Plasmacytoid dendritic cells

The regulation of plasmacytoid dendritic cells (pDCs) function by extracellular nucleotides has been only partially investigated. Plasmacytoid DCs are a subpopulation of dendritic cells playing a crucial role in antiviral immunity. These cells are specialized in the rapid and abundant production type I interferons (IFN-α, -β, -ω) in response to viral infection [146,147].

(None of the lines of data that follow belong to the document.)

package loop

import (
	"fmt"
	"math"
)

// Layout turns a Scenario into a multi-cell run: a hexagonal layout of
// sites in which every cell's receiver sees every user, so that the
// other-cell interference ratio, the noise rise of each cell and the outage
// at the cell edge are simulated instead of assumed (Receiver.OtherCellRatio
// must then be 0). Sites 0 (unset) is the single-cell mode.
//
// In multi-cell mode the rest of the Scenario keeps its meaning where the
// concept is the same: groups[i].count is the users per cell of group i
// (dropped uniformly in every cell), groups[i].speeds (one speed),
// profile and carrier_frequency_hz (the same in every group) set the
// fading; the receiver is every cell's receiver (its RAKE finger settings
// included); inner_loop (CLOSED_LOOP with FIXED_STEP, or IDEAL) runs in
// every cell of a user's active set; outer_loop, link (LOGISTIC), and run
// (batches at most 1000, replications at most 1000) as in one cell. The
// engine is package loop/multicell, reached through multicell.RunScenario.
type Layout struct {
	Sites              int               `json:"sites"`                 // 0: single cell; else 1, 7 or 19 hexagonal sites
	SectorsPerSite     int               `json:"sectors_per_site"`      // 1 (omni) or 3 (antenna −min(12(θ/70°)², 20) dB, 3GPP TR 36.942 (memory)); 0 means 1
	InterSiteDistanceM float64           `json:"inter_site_distance_m"` // D in m, [50, 100000]; 0 means DefaultInterSiteDistanceM
	WrapAround         bool              `json:"wrap_around"`           // distances to the nearest image of each site (7 or 19 sites), so every cell has full rings of neighbours
	Propagation        LayoutPropagation `json:"propagation"`           // path loss, shadowing and fast fading toward every site
	Handover           Handover          `json:"handover"`              // active set (soft handover)
	OpenLoop           OpenLoopSetting   `json:"open_loop"`             // optional open-loop power setting under the closed loop
}

// LayoutPropagation is the propagation toward every site: log-distance
// path loss L = loss_at_1km_db + 10·n·log10(d / 1 km) for
// d ≥ min_distance_m, log-normal shadowing σ = shadowing_db correlated
// between sites with coefficient site_correlation (s_k = √ρ·a + √(1−ρ)·b_k)
// and in distance travelled (Gudmundson, decorrelation_m), updated every
// shadowing_slots slots (0: ShadowingSlotsFor, an update each
// decorrelation_m/100 travelled by the fastest group).
type LayoutPropagation struct {
	PathLossExponent float64    `json:"path_loss_exponent"` // n, [2, 6]; 0 means 3.76 (3GPP TR 25.942 (memory))
	LossAt1kmDB      float64    `json:"loss_at_1km_db"`     // [60, 200] dB; 0 means 128.1 (3GPP TR 25.942, 2 GHz (memory))
	MinDistanceM     float64    `json:"min_distance_m"`     // [1, min(1000, D/4)] m; 0 means DefaultMinDistanceM
	ShadowingDB      float64    `json:"shadowing_db"`       // σ in dB, [0, 20]; 0: no shadowing
	SiteCorrelation  float64    `json:"site_correlation"`   // ρ between sites, [0, 1] (0.5 is common practice)
	DecorrelationM   float64    `json:"decorrelation_m"`    // Gudmundson distance in m, (0, 10000]; 0 means DefaultDecorrelationM
	ShadowingSlots   int        `json:"shadowing_slots"`    // slots between shadowing updates, [1, 10000]; 0 means ShadowingSlotsFor (90 at 30 km/h, 50 m, 1500 Hz)
	FastFading       FastFading `json:"fast_fading"`        // which links fade; default SLOW_TOWARD_OTHERS
}

// Handover is the active set: the cells whose slow gain is within window_db
// of the best; a cell joins within window_db − hysteresis_db/2 and leaves
// below window_db + hysteresis_db/2 (3GPP TS 25.331 events 1A/1B (memory)),
// at most max_active cells, re-evaluated every update_slots slots.
// max_active 1 with window 0 is hard handover to the best cell.
type Handover struct {
	WindowDB     float64 `json:"window_db"`     // [0, 20] dB (3 is common practice)
	HysteresisDB float64 `json:"hysteresis_db"` // [0, 10] dB
	MaxActive    int     `json:"max_active"`    // [1, 6]; 0 means 3
	UpdateSlots  int     `json:"update_slots"`  // [1, 100000]; 0 means 300 (200 ms at 1500 Hz)
}

// OpenLoopSetting is open-loop power control under the closed loop: the
// user sets P = target + I0_est − G_est from its estimate G_est of the slow
// gain to its best cell (true gain plus a log-normal error of
// estimation_error_db, delay_slots old) and I0_est the thermal noise plus
// assumed_noise_rise_db; the closed loop adds its corrections on top.
type OpenLoopSetting struct {
	Enabled            bool    `json:"enabled"`
	EstimationErrorDB  float64 `json:"estimation_error_db"`   // [0, 20] dB
	DelaySlots         int     `json:"delay_slots"`           // [0, 100000]
	AssumedNoiseRiseDB float64 `json:"assumed_noise_rise_db"` // [0, 30] dB; 0 means 3 (common practice)
}

// FastFading selects which links of a multi-cell layout fade.
type FastFading int

// Fast-fading modes.
const (
	FastFadingUnspecified      FastFading = iota // not set; Normalise makes it SLOW_TOWARD_OTHERS
	FastFadingNone                               // path loss and shadowing only
	FastFadingSlowTowardOthers                   // Rayleigh fading on the active-set links, slow gain toward the other cells (their users' fading averages out)
	FastFadingFull                               // every link fades (small layouts: users × cells ≤ 8192)
)

var fastFadingNames = []string{"FAST_FADING_UNSPECIFIED", "FAST_FADING_NONE", "FAST_FADING_SLOW_TOWARD_OTHERS", "FAST_FADING_FULL"}

// String returns the proto value name of the FastFading.
func (v FastFading) String() string { return enumString(fastFadingNames, int(v)) }

// MarshalText encodes the FastFading as its proto value name.
func (v FastFading) MarshalText() ([]byte, error) { return []byte(v.String()), nil }

// UnmarshalText accepts the proto value name or its number.
func (v *FastFading) UnmarshalText(b []byte) error {
	x, err := enumParse(fastFadingNames, "fast-fading mode", b)
	*v = FastFading(x)
	return err
}

// Multi-cell defaults filled by Normalise when layout.sites is set.
const (
	DefaultInterSiteDistanceM = 1000  // urban macro inter-site distance (common practice)
	DefaultLayoutExponent     = 3.76  // 3GPP TR 25.942 macro path loss 128.1 + 37.6 log10(d/1 km) (memory)
	DefaultLayoutLossAt1kmDB  = 128.1 // same model, 2 GHz
	DefaultMaxActive          = 3     // active-set size (common practice)
	DefaultHandoverSlots      = 300   // 200 ms at 1500 Hz (common practice)
	DefaultAssumedNoiseRiseDB = 3     // open-loop noise-rise assumption (common practice)
)

// MultiCell reports whether the scenario runs in multi-cell mode.
func (sc Scenario) MultiCell() bool { return sc.Layout.Sites != 0 }

// Cells is the number of cells of the layout (sites × sectors), 1 in
// single-cell mode.
func (l Layout) Cells() int {
	if l.Sites <= 0 {
		return 1
	}
	s := l.SectorsPerSite
	if s <= 0 {
		s = 1
	}
	if l.Sites > 19 || s > 3 {
		return 19 * 3
	}
	return l.Sites * s
}

// normaliseLayout fills the multi-cell defaults (only when sites is set).
func (sc *Scenario) normaliseLayout() {
	l := &sc.Layout
	if l.Sites == 0 {
		return
	}
	if l.SectorsPerSite == 0 {
		l.SectorsPerSite = 1
	}
	if l.InterSiteDistanceM == 0 {
		l.InterSiteDistanceM = DefaultInterSiteDistanceM
	}
	p := &l.Propagation
	if p.PathLossExponent == 0 {
		p.PathLossExponent = DefaultLayoutExponent
	}
	if p.LossAt1kmDB == 0 {
		p.LossAt1kmDB = DefaultLayoutLossAt1kmDB
	}
	if p.MinDistanceM == 0 {
		p.MinDistanceM = DefaultMinDistanceM
	}
	if p.DecorrelationM == 0 {
		p.DecorrelationM = DefaultDecorrelationM
	}
	if p.ShadowingSlots == 0 {
		p.ShadowingSlots = ShadowingSlotsFor(p.DecorrelationM, sc.fastestKmh(), sc.InnerLoop.UpdateRateHz)
	}
	if p.FastFading == FastFadingUnspecified {
		p.FastFading = FastFadingSlowTowardOthers
	}
	if l.Handover.MaxActive == 0 {
		l.Handover.MaxActive = DefaultMaxActive
	}
	if l.Handover.UpdateSlots == 0 {
		l.Handover.UpdateSlots = DefaultHandoverSlots
	}
	if l.OpenLoop.AssumedNoiseRiseDB == 0 {
		l.OpenLoop.AssumedNoiseRiseDB = DefaultAssumedNoiseRiseDB
	}
}

// Shadowing update spacing when shadowing_slots is 0 (ShadowingSlotsFor).
const (
	// ShadowingStepsPerDecorrelation: updates per decorrelation distance
	// travelled. The AR(1) update s' = k·s + √(1−k²)·w with
	// k = exp(−Δd/d_c) samples the Gudmundson process exactly at the
	// updates; between them the value is held, and the held value's step
	// has standard deviation σ·√(2(1−e^(−1/100))) = 0.141σ (1.1 dB at
	// σ = 8 dB), small beside one inner-loop step per slot (common
	// practice: a small fraction of the decorrelation distance).
	ShadowingStepsPerDecorrelation = 100
	// MaxDefaultShadowingSlots bounds the default interval (1 s at
	// 1500 Hz; also the interval when no group moves).
	MaxDefaultShadowingSlots = 1500
)

// ShadowingSlotsFor is the default shadowing update interval in slots: the
// slots the fastest group (fastestKmh, km/h) takes to travel
// decorrelationM/ShadowingStepsPerDecorrelation metres at rateHz slots per
// second, rounded down, in [1, MaxDefaultShadowingSlots]. 30 km/h, 50 m,
// 1500 Hz: 0.5 m / 8.33 m/s = 60 ms = 90 slots.
func ShadowingSlotsFor(decorrelationM, fastestKmh, rateHz float64) int {
	if fastestKmh <= 0 || decorrelationM <= 0 || rateHz <= 0 {
		return MaxDefaultShadowingSlots
	}
	s := decorrelationM / ShadowingStepsPerDecorrelation / (fastestKmh / 3.6) * rateHz
	return int(math.Max(1, math.Min(MaxDefaultShadowingSlots, math.Floor(s))))
}

// fastestKmh is the highest speed in any group's speed mix, in km/h.
func (sc *Scenario) fastestKmh() float64 {
	v := 0.0
	for _, g := range sc.Groups {
		for _, s := range g.Speeds {
			v = math.Max(v, s.SpeedKmh)
		}
	}
	return v
}

// validateLayout checks what a multi-cell scenario cannot use. The ranges
// of the layout's own fields are checked by the multi-cell engine
// (multicell.FromScenario), with the same field paths.
func (c *checker) validateLayout(sc Scenario) {
	l := sc.Layout
	switch l.Sites {
	case 1, 7, 19:
	default:
		c.add("layout.sites", "must be 0 (single cell) or one of 1, 7, 19, got %d", l.Sites)
	}
	if l.SectorsPerSite != 1 && l.SectorsPerSite != 3 {
		c.add("layout.sectors_per_site", "must be 1 or 3, got %d", l.SectorsPerSite)
	}
	if !defined(fastFadingNames, int(l.Propagation.FastFading)) || l.Propagation.FastFading == FastFadingUnspecified {
		c.enum("layout.propagation.fast_fading", fastFadingNames, int(l.Propagation.FastFading), "")
	}
	const why = " in multi-cell mode (layout.sites set)"
	if sc.Receiver.OtherCellRatio != 0 {
		c.add("receiver.other_cell_ratio", "must be 0%s: other-cell interference is simulated, got %g", why, sc.Receiver.OtherCellRatio)
	}
	if sc.Receiver.SIRAveragingSlots > 1 {
		c.add("receiver.sir_averaging_slots", "must be 1%s, got %d", why, sc.Receiver.SIRAveragingSlots)
	}
	for i, g := range sc.Groups {
		p := fmt.Sprintf("groups[%d]", i)
		if len(g.Speeds) > 1 {
			c.add(p+".speeds", "must have exactly one speed%s, got %d", why, len(g.Speeds))
		}
		if g.Placement != PlacementUnspecified || len(g.DistancesM) > 0 || g.MaxDistanceM != 0 || g.MinDistanceM != 0 {
			c.add(p+".placement", "must be unset with no distances%s: users are dropped uniformly in every cell", why)
		}
		if len(g.CustomTaps) > 0 {
			c.add(p+".custom_taps", "must be empty%s: use a built-in profile", why)
		}
		if g.LOS {
			c.add(p+".los", "must be false%s (Rayleigh legs)", why)
		}
		if g.Generator != GeneratorDefault && g.Generator != GeneratorUnspecified {
			c.add(p+".generator", "must be GENERATOR_DEFAULT%s, got %s", why, g.Generator)
		}
		if g.ActivityFactor != 1 && g.ActivityFactor != 0 {
			c.add(p+".activity_factor", "must be 1%s, got %g", why, g.ActivityFactor)
		}
		if g.ShadowingSigmaDB != 0 {
			c.add(p+".shadowing_sigma_db", "must be 0%s: set layout.propagation.shadowing_db", why)
		}
		if g.CarrierFrequencyHz != sc.Groups[0].CarrierFrequencyHz {
			c.add(p+".carrier_frequency_hz", "must equal groups[0].carrier_frequency_hz%s, got %g", why, g.CarrierFrequencyHz)
		}
	}
	il := sc.InnerLoop
	switch il.Mode {
	case InnerModeClosedLoop:
		if il.Command != CommandFixedStep {
			c.add("inner_loop.command", "must be COMMAND_FIXED_STEP%s, got %s", why, il.Command)
		}
	case InnerModeIdeal:
	default:
		c.add("inner_loop.mode", "must be INNER_MODE_CLOSED_LOOP or INNER_MODE_IDEAL%s, got %s", why, il.Mode)
	}
	if sc.Link.Kind != LinkLogistic {
		c.add("link.kind", "must be LINK_KIND_LOGISTIC%s, got %s", why, sc.Link.Kind)
	}
	if sc.Link.EffectiveSIR == EffectiveSIREESM {
		c.add("link.effective_sir", "must be EFFECTIVE_SIR_LINEAR_MEAN%s", why)
	}
	if sc.Run.Batches > 1000 {
		c.add("run.batches", "must be at most 1000%s, got %d", why, sc.Run.Batches)
	}
	if sc.Run.Replications > 1000 {
		c.add("run.replications", "must be at most 1000%s, got %d", why, sc.Run.Replications)
	}
}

The presence of nucleotides such as ATP, ADP, UTP, UDP and UDP-glucose in the extracellular milieu inhibits type I IFN production by pDCs in response to influenza virus or the TLR9 agonist CpG. Nucleotides that exert the most potent inhibitory effect include UDP, UTP and UDPglucose. This finding suggests the involvement of P2Y4, P2Y6 and P2Y14 receptors [148]. Because type I IFNs enhance cytotoxic activity and IFN-γ production by NK and CD8+ T lymphocytes, their inhibition may reduce immune surveillance against virally infected and neoplastic cells.

Conclusions

Extracellular nucleotides can modulate the function of cells of the innate immune system as well as of T lymphocytes. The role of extracellular ATP in the regulation of immune responses and inflammation appears to be different in humans as compared to that established in mice. While several observations point out ATP as a signal that induces the innate immune system to trigger and sustain inflammation, other evidences suggest that ATP might represent a negative feedback signal to limit detrimental inflammation in the surrounding of stressed or damaged cells. Several of such regulatory effects of extracellular ATP are mediated by the P2Y11 receptor expressed in humans but not in rodents and linked to increased intracellular cAMP levels that play a major role as immunosuppressive signal.

Conflicts of interest

The authors declare no conflicts of interest.